Il n’y a pas une infection urinaire mais des infections urinaires.

 

Tout d’abord revenons sur leur définition

Les infections urinaires font partie des infections bactériennes les plus fréquentes. Elles représentent un enjeu majeur de santé publique et concernent 150 à 250 millions de personnes par an à travers le monde (4), dont 4 à 6 millions en France (5).

Les infections urinaires correspondent à une inflammation qui peut toucher une ou plusieurs parties de l’appareil urinaire (reins, uretères, vessie, urètre). Elles sont occasionnées par une grande variété d’agents pathogènes, principalement des bactéries, dont la plus courante est Escherichia coli uropathogène ou UPEC (Uropathogenic Escherichia coli) (6)

 

Abordons maintenant la classification des infections urinaires.

Cliniquement, dans le langage médical, les infections urinaires sont classées en deux grandes catégories :

– Les infections urinaires à risque de complication surviennent chez des individus avec des facteurs de risques qui compromettent le tractus urinaire ou les défenses de l’hôte.

– Les infections urinaires non compliquées affectent des individus qui sont en bonne santé en temps normal et qui n’ont pas d’anomalies structurales ou neurologiques du tractus urinaire.

 

Parmi les infections urinaires non compliquées, on distingue :

  • Les cystites : infections urinaires au niveau de la vessie avec des symptômes associés de douleurs et de brûlures mictionnelles, de douleur en particulier suprapubienne, de pollakiurie (mictions fréquentes), d’urgenturie (fuites urinaires par impériosité) et d’hématurie terminale (sang dans les urines).
  • Les pyélonéphrites : infections urinaires au niveau du rein caractérisées par des symptômes de cystite avec fièvre additionnelle, douleur lombaire aiguë, nausées et vomissements, douleur de l’angle costo-vertébral, syndrome septique.

On parle de bactéries asymptomatiques ou « colonisations urinaires » lorsque des bactéries sont mise en évidence en nombre significatif dans les urines, sans qu’il n’y ait de signe ou de symptôme d’infection urinaire. Elles surviennent très fréquemment et ne requièrent pas de traitement, sauf en cas de grossesse et en période péri- opératoire (avant une intervention chirurgicale par exemple).

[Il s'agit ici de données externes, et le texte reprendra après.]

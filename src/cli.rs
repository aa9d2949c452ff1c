//! The command line: arguments, commands, and the exit codes.
//!
//! | code | meaning |
//! |---|---|
//! | 0 | every claim holds, or is only measured |
//! | 1 | a claim fails |
//! | 2 | bad usage or input |
//! | 3 | nothing fails, but a claim is undecided |

pub mod arguments;
pub mod audit;
pub mod discover;
pub mod processor;

use crate::certificate::model::{Certificate, Verdict};

/// Every claim holds, or is only measured.
pub const ALL_HOLD: u8 = 0;
/// A claim fails.
pub const A_CLAIM_FAILS: u8 = 1;
/// Bad usage or input.
pub const BAD_INPUT: u8 = 2;
/// Nothing fails, but a claim is undecided.
pub const UNDECIDED: u8 = 3;

/// Carries out the command and returns the exit code.
pub fn run(arguments: &arguments::Arguments) -> u8 {
    match &arguments.command {
        arguments::Command::Audit(arguments) => audit::run(arguments),
    }
}

/// The exit code of some certificates.
pub fn exit_code<'a>(certificates: impl IntoIterator<Item = &'a Certificate>) -> u8 {
    let mut code = ALL_HOLD;
    for claim in certificates
        .into_iter()
        .flat_map(|certificate| &certificate.claims)
    {
        match claim.verdict {
            Verdict::Fails => return A_CLAIM_FAILS,
            Verdict::Undecided => code = UNDECIDED,
            Verdict::Holds | Verdict::Measured => {}
        }
    }
    code
}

Les infections urinaires deviennent récurrentes lorsque le nombre d’épisodes d’infections urinaires est égal ou supérieur à trois sur les 12 derniers mois, ou de deux dans les 6 derniers mois (7).

 

Comment savoir si j’ai une infection urinaire ?

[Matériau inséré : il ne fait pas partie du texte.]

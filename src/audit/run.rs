//! Carries out the claims of an audit file: the plan, and its parallel run.
//!
//! A unit of the plan is one claim on one piece. Units share nothing and their results are
//! collected in order, so the outcome does not depend on the number of threads.

use rayon::prelude::*;

use crate::approximant::piece::{Approximant, Owner};
use crate::audit::file::AuditFile;
use crate::bound::task::Undefined;
use crate::claim::domain::{End, Part, intersection};
use crate::claim::evaluation::{Effort, PieceOutcome, Summary, evaluate, summary};
use crate::claim::model::{Claim, Target};
use crate::function::constant::Constant;

/// Default tightness of an enclosure: upper/lower - 1.
pub const TIGHTNESS: f64 = 1e-3;

/// Units of work for one claim on one piece at effort 1.
pub const BUDGET: u64 = 1_000_000_000;

/// One claim about one approximant, carried out.
#[derive(Clone, Debug)]
pub struct ClaimOutcome {
    /// Position of the claim in the audit file.
    pub claim: usize,
    /// Position of the approximant.
    pub approximant: usize,
    /// The set of arguments: closed intervals.
    pub on: Vec<[Constant; 2]>,
    /// Pieces that the claim is about, by position, with what is proved on them.
    pub pieces: Vec<(usize, PieceOutcome)>,
    /// The whole.
    pub summary: Summary,
}

/// Why an audit could not be carried out: the input is at fault.
#[derive(Clone, Debug)]
pub enum AuditError {
    /// A formula has no value at an argument of the claim.
    Undefined {
        /// Position of the approximant whose reference or steps it is.
        approximant: usize,
        /// Name of the claim.
        claim: String,
        /// Where and why.
        undefined: Undefined,
    },
    /// A claim is left without any argument.
    EmptySet {
        /// Name of the claim.
        claim: String,
    },
    /// An end such as "pi/4" could not be enclosed.
    End {
        /// The text of the end.
        text: String,
    },
}

/// One unit of the plan.
struct Unit<'a> {
    claim: &'a Claim,
    approximant_index: usize,
    approximant: &'a Approximant,
    piece: usize,
    parts: Vec<Part>,
}

/// Carries out every claim. `advance` is called once a unit from any thread.
///
/// # Errors
///
/// The first fault of the input, in the order of the plan.
pub fn run(
    file: &AuditFile,
    effort: u32,
    started: &(dyn Fn(u64) + Sync),
    advance: &(dyn Fn() + Sync),
) -> Result<Vec<ClaimOutcome>, AuditError> {
    let mut outcomes = Vec::new();
    let mut units = Vec::new();
    for (claim_index, claim) in file.claims.iter().enumerate() {
        for target in &claim.targets {
            let on = set_of(target)?;
            let first = units.len();
            plan(file, claim, target, &on, &mut units)?;
            if units.len() == first {
                return Err(AuditError::EmptySet {
                    claim: claim.id.clone(),
                });
            }
            let on = on.into_iter().map(|interval| interval.on).collect();
            outcomes.push((claim_index, target.approximant, on, first..units.len()));
        }
    }
    started(units.len() as u64);
    let effort = Effort {
        tightness: TIGHTNESS,
        budget: BUDGET.saturating_mul(u64::from(effort)),
    };
    let results: Vec<Result<PieceOutcome, AuditError>> = units
        .par_iter()
        .map(|unit| {
            let result = carry_out(file, unit, &effort);
            advance();
            result
        })
        .collect();
    let mut results = results.into_iter();
    outcomes
        .into_iter()
        .map(|(claim, approximant, on, range)| {
            let pieces = results
                .by_ref()
                .take(range.len())
                .collect::<Result<Vec<_>, _>>()?;
            let bound = file.claims[claim]
                .at_most
                .as_ref()
                .map(|bound| &bound.value);
            let summary = summary(&pieces, bound);
            let pieces = units[range]
                .iter()
                .map(|unit| unit.piece)
                .zip(pieces)
                .collect();
            Ok(ClaimOutcome {
                claim,
                approximant,
                on,
                pieces,
                summary,
            })
        })
        .collect()
}

fn carry_out(file: &AuditFile, unit: &Unit, effort: &Effort) -> Result<PieceOutcome, AuditError> {
    let measure = unit.claim.measure.bound_measure();
    evaluate(
        file.reference_of(unit.approximant_index),
        &unit.approximant.pieces[unit.piece],
        &unit.parts,
        &measure,
        unit.claim.at_most.as_ref().map(|bound| &bound.value),
        effort,
    )
    .map_err(|undefined| AuditError::Undefined {
        approximant: unit.approximant_index,
        claim: unit.claim.id.clone(),
        undefined,
    })
}

/// An interval of a claim with the enclosures of its ends, and whether they belong to it.
struct Interval {
    on: [Constant; 2],
    ends: [End; 2],
    closed: [bool; 2],
}

/// The set of a claim: `on` without the `except` intervals, as intervals in order. The ends of what
/// is left out do not belong to the set, so no witness may lie there. (The supremum over a set and
/// over its closure are the same for a continuous error.)
fn set_of(target: &Target) -> Result<Vec<Interval>, AuditError> {
    let both = |ends: &[Constant; 2]| Ok::<_, AuditError>((ends.clone(), enclosed(ends)?));
    let mut except = target
        .except
        .iter()
        .map(both)
        .collect::<Result<Vec<_>, _>>()?;
    except.sort_by(|(_, a), (_, b)| a[0].low.cmp(&b[0].low));
    let (on, ends) = both(&target.on)?;
    let [on_left, on_right] = on;
    let [left_end, right_end] = ends;
    let mut left = (on_left, left_end, true);
    let mut right_closed = true;
    let mut set = Vec::new();
    for ([from, to], [from_end, to_end]) in except {
        // What begins beyond the right end leaves out nothing, and neither does what follows.
        if from_end.low > right_end.high {
            break;
        }
        if from_end.high > left.1.low && !from_end.equals(&left.1) {
            set.push(Interval {
                on: [left.0.clone(), from],
                ends: [left.1.clone(), from_end],
                closed: [left.2, false],
            });
        }
        if to_end.low >= left.1.low {
            right_closed = to_end.high < right_end.low;
            left = (to, to_end, false);
        }
    }
    if left.1.low < right_end.high && !left.1.equals(&right_end) {
        set.push(Interval {
            on: [left.0, on_right],
            ends: [left.1, right_end],
            closed: [left.2, right_closed],
        });
    }
    Ok(set)
}

fn enclosed(ends: &[Constant; 2]) -> Result<[End; 2], AuditError> {
    let end = |constant: &Constant| {
        End::new(constant).ok_or_else(|| AuditError::End {
            text: constant.text().to_owned(),
        })
    };
    Ok([end(&ends[0])?, end(&ends[1])?])
}

fn plan<'a>(
    file: &'a AuditFile,
    claim: &'a Claim,
    target: &Target,
    on: &[Interval],
    units: &mut Vec<Unit<'a>>,
) -> Result<(), AuditError> {
    let approximant = &file.approximants[target.approximant].approximant;
    let count = approximant.pieces.len();
    for (index, piece) in approximant.pieces.iter().enumerate() {
        let ends = enclosed(&piece.on)?;
        let owned = match approximant.owner {
            Owner::Right => [true, index + 1 == count],
            Owner::Left => [index == 0, true],
        };
        let parts: Vec<Part> = on
            .iter()
            .filter_map(
                |Interval {
                     ends: claim,
                     closed,
                     ..
                 }| {
                    intersection([&ends[0], &ends[1]], owned, [&claim[0], &claim[1]], *closed)
                },
            )
            .collect();
        if !parts.is_empty() {
            units.push(Unit {
                claim,
                approximant_index: target.approximant,
                approximant,
                piece: index,
                parts,
            });
        }
    }
    Ok(())
}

Le diagnostic clinique d’une infection urinaire

La symptomatologie typique des infections urinaires non compliquées suffit à orienter le diagnostic clinique qui peut être confirmé par des examens complémentaires, tels que les bandelettes urinaires et l’examen cytobactériologique des urines (ECBU). Les bandelettes urinaires sont importantes, car elles ont une valeur prédictive négative qui permet d’écarter une cystite chez la femme (8).

Sources :

1. Foxman 2000
2. Foxman, 1990 ; Scholes et al.,2000 ; Gupta et Trauter, 2013 ; Geerlings, 2016
3. Schmiemann et al.,2010, cf. graphique ci-dessous)
4. Stamm et al., 2001 ; Mach et al., 2020
5. Lerolle et Lafaurie, 2015.
6. Flores-Mireles et al., 2015.
7. Hooton, 2012 ; Nielubowicz et Mobley, 2010
8. Bruyère et Boiteux, 2011 ; Simmerville et al., 2005 ; Chu et Lowder, 2015.